_About this task_.
Given the listing below, write out exactly the lines starting with the line that has "useChangeCheckpoint(studyId: string, checkpointId: string)" and going on through the line that has "checkpointId), body, answer: checkpointSummary", both kept.
Material provided Start Marker
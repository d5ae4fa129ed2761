import { useMutation, useQueryClient } from "@tanstack/react-query";
import { checkpointSummary, returning } from "../../../../shared/schemas/history.ts";
import { ask } from "../../../lib/api.ts";
import { api } from "../../../lib/paths.ts";
import { checkpointsKey } from "./get-checkpoints.ts";

interface About {
  readonly name: string;
  readonly note: string;
}

export function useMakeCheckpoint(studyId: string) {
  const listed = useListed(studyId);
  return useMutation({
    mutationFn: (body: About) =>
      ask({ method: "POST", path: api.checkpoints(studyId), body, answer: checkpointSummary }),
    onSuccess: listed,
  });
}

export function useChangeCheckpoint(studyId: string, checkpointId: string) {
  const listed = useListed(studyId);
  return useMutation({
    mutationFn: (body: About) =>
      ask({ method: "PATCH", path: api.checkpoint(studyId, checkpointId), body, answer: checkpointSummary }),
    onSuccess: listed,
  });
}

export function useRemoveCheckpoint(studyId: string, checkpointId: string) {
  const listed = useListed(studyId);
  return useMutation({
    mutationFn: () => ask({ method: "DELETE", path: api.checkpoint(studyId, checkpointId) }),
    onSuccess: listed,
  });
}

/** Has the present state kept, and answers what to return to. */
export function useBeginReturn(studyId: string, checkpointId: string) {
  const listed = useListed(studyId);
  return useMutation({
    mutationFn: () => ask({ method: "POST", path: api.checkpointReturn(studyId, checkpointId), answer: returning }),
    onSuccess: listed,
  });
}

function useListed(studyId: string) {
  const client = useQueryClient();
  return () => client.invalidateQueries({ queryKey: checkpointsKey(studyId) });
}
Material provided End Marker
_Answer for the task_.
export function useChangeCheckpoint(studyId: string, checkpointId: string) {
  const listed = useListed(studyId);
  return useMutation({
    mutationFn: (body: About) =>
      ask({ method: "PATCH", path: api.checkpoint(studyId, checkpointId), body, answer: checkpointSummary }),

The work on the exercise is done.